Get past the chorus and listen to Immortal Technique, and imagine the kind of cultural mind shift that would have to take place for this song to be a sing along ditty of future parties: And of course Saddam Hussein had chemical weapons/ We sold him that shit, after Ronald Reagan’s election./ Mercenary contractors fightin’ a new era/ Corporate military bankin’ off the war on terror

Imagine a future where these are simple point of facts, rather than something we hide from, anesthetizing ourselves with trinkets from target and vacations by the shore, or breaking down the latest Tiger Woods scandal.

Or listen to Eminem, also featured on the track: I don’t rap for dead presidents/
I’d rather see the president dead/ It’s never been said but I set precedents.

Listen: Any historian will tell you that the world would have been a better place had George Bush been killed before the second invasion and subsequent occupation of Iraq. Just as some cultural force or shadow government or roll of the dice conspired to bring us- in quick succession the political assassinations of JFK, Malcom X, Martin Luther King Jr, Robert F Kennedy, and just as certainly that resulting pall had the effect of the progressive movement collectively putting their tail between theirs legs for the last several decades while the Imperial reach of the United States Empire has extended its tentacles all over the world.

As the 21st century rolls on, is it not true that we could have imagined a better world if some cultural force or shadow government or roll of the dice existed and conspired to bring us, before the invasion and occupation of Iraq, the deaths of Bush, Cheney, Rumsfeld, and Rice?

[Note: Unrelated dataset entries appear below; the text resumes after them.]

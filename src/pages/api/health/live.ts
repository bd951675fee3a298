import { serviceRoutes } from '@/contracts/service';
import { serve } from '@/server/http/endpoint';
import { done } from '@/server/refusal';

export const GET = serve(serviceRoutes.live, async () => done({ json: { live: true as const } }));
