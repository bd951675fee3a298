import { statusRoutes } from '@/contracts/status';
import { serve } from '@/server/http/endpoint';
import { done } from '@/server/refusal';
import { ownStatus } from '@/server/status/queries';

export const GET = serve(statusRoutes.read, async ({ app, actor, params }) => {
  const status = await ownStatus(app.db, actor, params.number);
  return status.ok ? done({ json: status.value, version: status.value.version }) : status;
});
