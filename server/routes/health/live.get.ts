import { defineEventHandler } from 'h3'

/** The process answers. */
export default defineEventHandler(() => ({ live: true }))
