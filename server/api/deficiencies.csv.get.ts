import { setResponseHeaders } from 'h3'
import { tagListSchema } from '#shared/api/deficiency'
import { defineRoute } from '../http/defineRoute'
import { exportTags } from '../services/deficiency/exportTags'

/** The list of tags as a table file, as it is filtered and sorted on the screen, whole. */
export default defineRoute({ permission: 'deficiency.assign', query: tagListSchema }, async ({ event, session, query }) => {
  setResponseHeaders(event, { 'content-type': 'text/csv; charset=utf-8', 'content-disposition': 'attachment; filename="tags.csv"' })
  return await exportTags(session, query)
})
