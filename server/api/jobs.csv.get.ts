import { setResponseHeaders } from 'h3'
import { jobListSchema } from '#shared/api/job'
import { defineRoute } from '../http/defineRoute'
import { exportJobs } from '../services/job/exportJobs'

/** The jobs list as a table file, as it is filtered and sorted on the screen, whole. */
export default defineRoute({ permission: 'job.read', query: jobListSchema }, async ({ event, session, query }) => {
  setResponseHeaders(event, { 'content-type': 'text/csv; charset=utf-8', 'content-disposition': 'attachment; filename="jobs.csv"' })
  return await exportJobs(session, query)
})
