import { numbersOfSchema } from '#shared/api/numbers'
import { defineRoute } from '../../http/defineRoute'
import { listProvisions } from '../../services/provision/keepProvisions'

/** Lists the numbers in force of an authority, a client's specification or the organisation itself. */
export default defineRoute({ permission: 'numbers.read', query: numbersOfSchema }, ({ session, query }) => listProvisions(session, query))
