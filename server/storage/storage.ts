import { useSettings } from '../settings'
import { folderStorage } from './folderStorage'
import { s3Storage } from './s3Storage'

/** Files named by what they are: `photo/<organisation>/<digest>`, `record/<organisation>/<digest>.pdf`. Written once, never over. */
export interface Storage {
  /** Writes whole or not at all; a key that is there already is left as it is. */
  put(key: string, bytes: Uint8Array): Promise<void>
  /** The bytes, or null where there are none. */
  get(key: string): Promise<Buffer | null>
  has(key: string): Promise<boolean>
  remove(key: string): Promise<void>
  /** Writes and reads back a few bytes. */
  probe(): Promise<boolean>
}

let storage: Storage | undefined

/** A folder in the data folder by default, S3 when an endpoint is set. */
export function useStorage(): Storage {
  const { s3, dataFolder } = useSettings()
  return storage ??= s3 ? s3Storage(s3) : folderStorage(`${dataFolder}/files`)
}
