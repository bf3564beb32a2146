import { numbersPageSchema } from '#shared/api/numbers'
import { defineRoute } from '../../http/defineRoute'
import { readNumbersPage } from '../../services/provision/keepProvisions'

/** All measurands of a setting on one page, with the built-in basis and what this source has set. */
export default defineRoute({ permission: 'numbers.read', query: numbersPageSchema }, ({ session, query }) => readNumbersPage(session, query))
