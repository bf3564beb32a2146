import { defineRoute } from '../http/defineRoute'
import { readBuiltIn } from '../services/checklist/readBuiltIn'

/** The checklists that a job can choose from, whole: screens read subjects and measurands from them. */
export default defineRoute({ permission: 'checklist.read' }, () => readBuiltIn())
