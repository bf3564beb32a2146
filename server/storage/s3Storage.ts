import { randomBytes } from 'node:crypto'
import { DeleteObjectCommand, GetObjectCommand, HeadObjectCommand, PutObjectCommand, S3Client } from '@aws-sdk/client-s3'
import type { Settings } from '../settings'
import type { Storage } from './storage'

const missing = (error: { name?: string, $metadata?: { httpStatusCode?: number } }) => error.name === 'NoSuchKey' || error.name === 'NotFound' || error.$metadata?.httpStatusCode === 404

/** Files in a bucket, path style, so that any S3-speaking store will do. */
export function s3Storage(settings: NonNullable<Settings['s3']>): Storage {
  const client = new S3Client({ endpoint: settings.endpoint, region: settings.region, forcePathStyle: true, credentials: { accessKeyId: settings.accessKeyId, secretAccessKey: settings.secretAccessKey } })
  const Bucket = settings.bucket
  const storage: Storage = {
    async put(Key, bytes) {
      if (!await storage.has(Key)) await client.send(new PutObjectCommand({ Bucket, Key, Body: bytes }))
    },
    async get(Key) {
      try { return Buffer.from(await (await client.send(new GetObjectCommand({ Bucket, Key }))).Body!.transformToByteArray()) }
      catch (error) { if (missing(error as Error)) return null; throw error }
    },
    async has(Key) {
      try { await client.send(new HeadObjectCommand({ Bucket, Key })); return true }
      catch (error) { if (missing(error as Error)) return false; throw error }
    },
    async remove(Key) { await client.send(new DeleteObjectCommand({ Bucket, Key })) },
    async probe() {
      const key = `probe/${randomBytes(6).toString('hex')}`
      await storage.put(key, Buffer.from('there'))
      const back = await storage.get(key)
      await storage.remove(key)
      return back?.toString() === 'there'
    },
  }
  return storage
}
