const NOTE = both('Local code and the authority come first.', 'El código local y la autoridad tienen prioridad.')
function check(id: string, en: string, es: string, more: Partial<Check>): Check {
  return {
    id, section: 'sample', title: both(en, es), task: both(`${en}: as the list says.`, `${es}: como dice la lista.`), method: 'look', answeredFor: 'once', elements: ['run', 'gate'], settings: [], limits: [],
    class: 'correctFirst', concern: 'injury', finding: 'other', group: false, photo: 'none', disturbs: [], placeTolerance: 6 * INCH, drawing: { none: 'a look' }, note: NOTE, ...more,
  }
}
const LOOKS: [string, string, string][] = [
  ['tie-ends', 'Tie ends turned in, hand-run', 'Puntas de amarre hacia dentro, a mano'], ['knuckles', 'Cut ends knuckled again', 'Puntas cortadas nudilladas'], ['post-loose', 'Posts firm when pushed and pulled', 'Postes firmes al empujar y tirar'],
  ['caps', 'Caps and eye tops tight', 'Tapas y capuchones firmes'], ['footings', 'Footings crowned, no collar', 'Cimientos abombados, sin reborde'], ['bolt-heads', 'Bolt heads on the touched face', 'Cabezas de perno en la cara que se toca'],
  ['rail-joints', 'Rail joints closed', 'Juntas de travesaño cerradas'], ['fabric-whole', 'Fabric whole, no hole or bend', 'Malla entera, sin hoyo ni doblez'], ['clippings', 'Clippings picked up', 'Recortes recogidos'],
]
const CHECKS: Check[] = [
  ...LOOKS.map(([id, en, es]) => check(id, en, es, { group: true, finding: 'tieEnd' })),
  check('latch-release-height', 'Latch release height', 'Altura del cerrojo', { method: 'measure', measurand: 'latch-release-height', datum: 'bottom-of-leaf', unit: 'length', drawing: 'latchHeight', class: 'outOfUse', concern: 'drowning', elements: ['gate'] }),
  check('ground-clearance', 'Ground clearance through the swing', 'Espacio al suelo en el giro', { method: 'measure', measurand: 'ground-clearance', datum: 'ground', unit: 'length', drawing: 'swingClearance', class: 'outOfUse', elements: ['gate'] }),
  check('gap-below', 'Gap below, worst place', 'Espacio abajo, peor lugar', { method: 'measure', answeredFor: 'worst', measurand: 'gap-below', datum: 'ground', unit: 'length', drawing: 'gapBelow', finding: 'gapBelow', elements: ['run'] }),
  check('top-rail-ties', 'Ties on the top rail', 'Amarres del travesaño superior', { method: 'measure', answeredFor: 'worst', measurand: 'tie-spacing', datum: 'centre-to-centre', unit: 'length', drawing: 'spacing', elements: ['run'] }),
  check('mesh-width', 'Mesh, horizontal width', 'Malla, ancho horizontal', { method: 'measure', measurand: 'mesh-width', datum: 'between-wires', unit: 'length', drawing: 'opening', elements: ['run'], noLimit: both('No limit is set for this face until the authority answers.', 'No hay límite para esta cara hasta que conteste la autoridad.'), dimensions: ['side', 'diagonal', 'width'] }),
  check('closing', 'Closes and latches by itself', 'Se cierra y engancha sola', { method: 'trial', drawing: 'closing', elements: ['gate'], tries: [{ from: 'open', label: both('fully open', 'abierta del todo'), times: 3 }, { from: 'half', label: both('half open', 'a la mitad'), times: 3 }, { from: 'six', label: both('6 in open', 'a 6 in'), times: 3 }] }),
  check('sphere', '4 in sphere at the latch side', 'Esfera de 4 in del lado del cerrojo', { method: 'template', conformsWhen: 'stops', drawing: 'opening', elements: ['gate'] }),
]

const GUIDE = { kind: 'builtIn' as const, name: 'Demo barrier guideline', citation: 'section 3', edition: '2024', read: 'read in a summary' }
const LIMITS: Record<string, Limit> = {
  'latch': { id: 'latch', measurand: 'latch-release-height', datum: 'bottom-of-leaf', unit: 'length', low: { imperial: 54 * INCH, metric: 1372 * 320_000, inclusive: true }, high: null, avoid: null, basis: { kind: 'authority', name: 'Velmor County', citation: 'number 12', edition: '2024', confirmedBy: 'R. Tamm', confirmedOn: '2027-02-12' } },
  'clearance': { id: 'clearance', measurand: 'ground-clearance', datum: 'ground', unit: 'length', low: { imperial: INCH / 2, inclusive: true }, high: { imperial: 4 * INCH, inclusive: true }, avoid: null, basis: { kind: 'organisation', name: 'Tarnbeck house rule', edition: 'version 4' } },
  'gap': { id: 'gap', measurand: 'gap-below', datum: 'ground', unit: 'length', low: null, high: { imperial: 2 * INCH, metric: 51 * 320_000, inclusive: true }, avoid: null, basis: GUIDE },
  'ties': { id: 'ties', measurand: 'tie-spacing', datum: 'centre-to-centre', unit: 'length', low: null, high: { imperial: 24 * INCH, inclusive: true }, avoid: null, basis: { kind: 'specification', name: 'Job specification 32 31 13', citation: '3.4' } },
}
const LIMITS_OF: Record<string, string[]> = { 'latch-release-height': ['latch'], 'ground-clearance': ['clearance'], 'gap-below': ['gap'], 'top-rail-ties': ['ties'] }
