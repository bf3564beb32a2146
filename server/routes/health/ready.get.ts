import { defineEventHandler, setResponseStatus } from 'h3'
import { readHealth } from '../../services/health'

/** Everything that a request may need is there; 503 with the name of what is not. */
export default defineEventHandler(async (event) => {
  const health = await readHealth()
  if (!health.ready) setResponseStatus(event, 503)
  return health
})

We need more catching hooks carrying all of the knowledge packed into tight 3 minute packages that Immortal Technique packs into his single “Bin Laden.”

I’m just sayin.



#1: No Cars Go ♦ Arcade Fire

The Review: (listen & download this song now)

For me it was when I was about seventeen years old, a time on the cusp between childhood and manhood, when I had it. I suspect that I, like most, only realized that I had it once it was gone. It, was for me, the left over still not dead and buried wonder and awe struck way at looking at the world of a child combined with the potential to leave a mark on the world that comes with being an adult.

On Neon Bible, Arcade Fire’s brilliant follow up to Funeral, Win Butler sings “I don’t want to fight in a holy war, I don’t want the salesman knocking at my door, I don’t want to live in American no more.”

Teenage rebellion sprinkled with the wisdom of an adult.

For those of us living in America, suffering from Lady Macbeth syndrome desperately trying to wash our hands of blood- out out damn spot- the lyrics are a punch to the gut.

And then comes the track No Cars Go to save the day. Promising to take us to a place where no planes go. Where no ships go.

Even Lady Macbeth knows that no matter what crimes we commit under the cover of night- a time must come to go to bed.

“What’s done cannot be undone”, Lady M councils her husband after they killed the King, holding onto her sanity by a thread, “To bed, to bed, to bed.”

And Arcade Fire takes us, in a rollicking, defiant building swirl of drums and xylophone, and french horn and hurdy gurdy out the escape hatch- and flying! An out of body experience between the moment of sleep and waking where we are all invited- to the a remote renovated church in Quebec, a magical place where we are given back that moment in time when we were 17 and anything was possible. A moment between the click of the light and the start of the dream.